The 2026 FIFA World Cup will bring an estimated 1–5 million international visitors to 11 US host cities between June 11 and July 19, 2026—the largest tournament in history. Large-scale international gatherings accelerate importation of infectious diseases from diverse source populations. Advance estimation of importation risk is essential for public health preparedness and surveillance prioritization.

Methods

We developed a Poisson importation framework applied to five diseases (dengue fever, influenza, malaria, measles, and pertussis) across the 11 US venue cities. Three nested travel models of increasing resolution were constructed: a baseline model using routine June 2024 arrival data; a World Cup–adjusted model incorporating projected visitor growth factors; and a schedule-driven model routing WC fans to specific cities based on match assignments.
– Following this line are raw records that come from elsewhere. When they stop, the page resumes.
// Atomic output files: temporary file in the same folder, then rename.
#include "sifter/report/output_file.hpp"

#include <unistd.h>

#include <cstdio>
#include <filesystem>
#include <fstream>
#include <iostream>
#include <random>

#include "sifter/diagnostics.hpp"

namespace sifter::report {
namespace fs = std::filesystem;

AtomicOutput::AtomicOutput(std::string path) : path_(std::move(path)) {
  if (path_ == "-") return;
  std::error_code ec;
  const auto status = fs::status(path_, ec);
  if (!ec && fs::exists(status) && !fs::is_regular_file(status) && !fs::is_directory(status)) {
    // A device or a pipe (/dev/null, /dev/stdout): nothing to keep whole, and a rename would
    // replace the device itself. Write to it directly.
    file_.open(path_, std::ios::binary);
    if (!file_) throw OutputError("cannot write " + path_);
    return;
  }
  // Through a symbolic link, the file it names is replaced and the link kept.
  fs::path target(path_);
  if (fs::is_symlink(fs::symlink_status(target, ec)) && fs::exists(status)) target = fs::canonical(target, ec);
  write_to_ = target.string();
  const fs::path folder = target.has_parent_path() ? target.parent_path() : fs::path(".");
  std::random_device rd;
  temp_ = (folder / ("." + target.filename().string() + ".tmp-" + std::to_string(::getpid()) + "-" +
                     std::to_string(rd() % 1000000)))
              .string();
  file_.open(temp_, std::ios::binary | std::ios::trunc);
  if (!file_)
    throw OutputError("cannot write " + path_ + ": the folder " + folder.string() + " is not writable or does not exist");
}

AtomicOutput::~AtomicOutput() {
  if (committed_ || temp_.empty()) return;  // nothing to clean for stdout or a device
  file_.close();
  std::error_code ec;
  fs::remove(temp_, ec);
}

std::ostream& AtomicOutput::stream() { return path_ == "-" ? static_cast<std::ostream&>(to_stdout_) : file_; }

void AtomicOutput::commit() {
  if (path_ == "-") {
    std::cout << to_stdout_.str();
    std::cout.flush();
    committed_ = true;
    return;
  }
  file_.flush();
  const bool written = static_cast<bool>(file_);
  file_.close();
  std::error_code ec;
  if (temp_.empty()) {  // a device, written directly
    committed_ = true;
    if (!written) throw OutputError("cannot write " + path_ + ": writing failed");
    return;
  }
  if (!written || file_.fail()) {
    fs::remove(temp_, ec);
    committed_ = true;
    throw OutputError("cannot write " + path_ + ": writing failed (disk full?)");
  }
  fs::rename(temp_, write_to_, ec);
  committed_ = true;
  if (ec) {
    std::error_code ignored;
    fs::remove(temp_, ignored);
    throw OutputError("cannot write " + path_ + ": " + ec.message());
  }
}

void write_output(const std::string& path, const std::string& content) {
  AtomicOutput out(path);
  out.stream() << content;
  out.commit();
}

void refuse_overwriting_inputs(const std::vector<std::string>& outputs, const std::vector<std::string>& inputs) {
  for (const auto& o : outputs) {
    if (o.empty() || o == "-") continue;
    std::error_code ec;
    for (const auto& i : inputs) {
      if (fs::exists(o, ec) && fs::equivalent(o, i, ec))
        throw UsageError("refusing to write " + o + ": it is an input of this run; choose another output name");
    }
  }
}

}  // namespace sifter::report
WHO incidence and BTS T-100 routing fractions were combined with Monte Carlo uncertainty propagation (5,000 Uniform draws on under-reporting and travel-while-infectious parameters) to yield median importation estimates with 95% uncertainty intervals.

Results

Dengue posed the highest importation risk at most venue cities under the schedule-driven model (median Λ > 10 expected importations from Brazil alone; 95% uncertainty interval 5.9–33.1), robust across the full literature-supported parameter range; Atlanta was the exception, where malaria probability exceeded dengue, driven by direct travel from West and Central African nations. Influenza ranked second at most cities, coinciding with the Southern Hemisphere winter peak. Pertussis showed broad geographic spread but carries the widest relative uncertainty, as the assumed detection rate sits at the upper bound of the literature range. Background tourism accounted for the dominant share of total importation risk; the World Cup fan increment contributed approximately 8.3% of projected arrivals for WC-qualified nations.

Conclusions

This Poisson importation framework, built entirely from publicly available data, provides reproducible importation risk estimates for mass gathering events. The framework extends to additional diseases, cities, and gatherings, offering a transparent baseline complementary to proprietary modeling systems.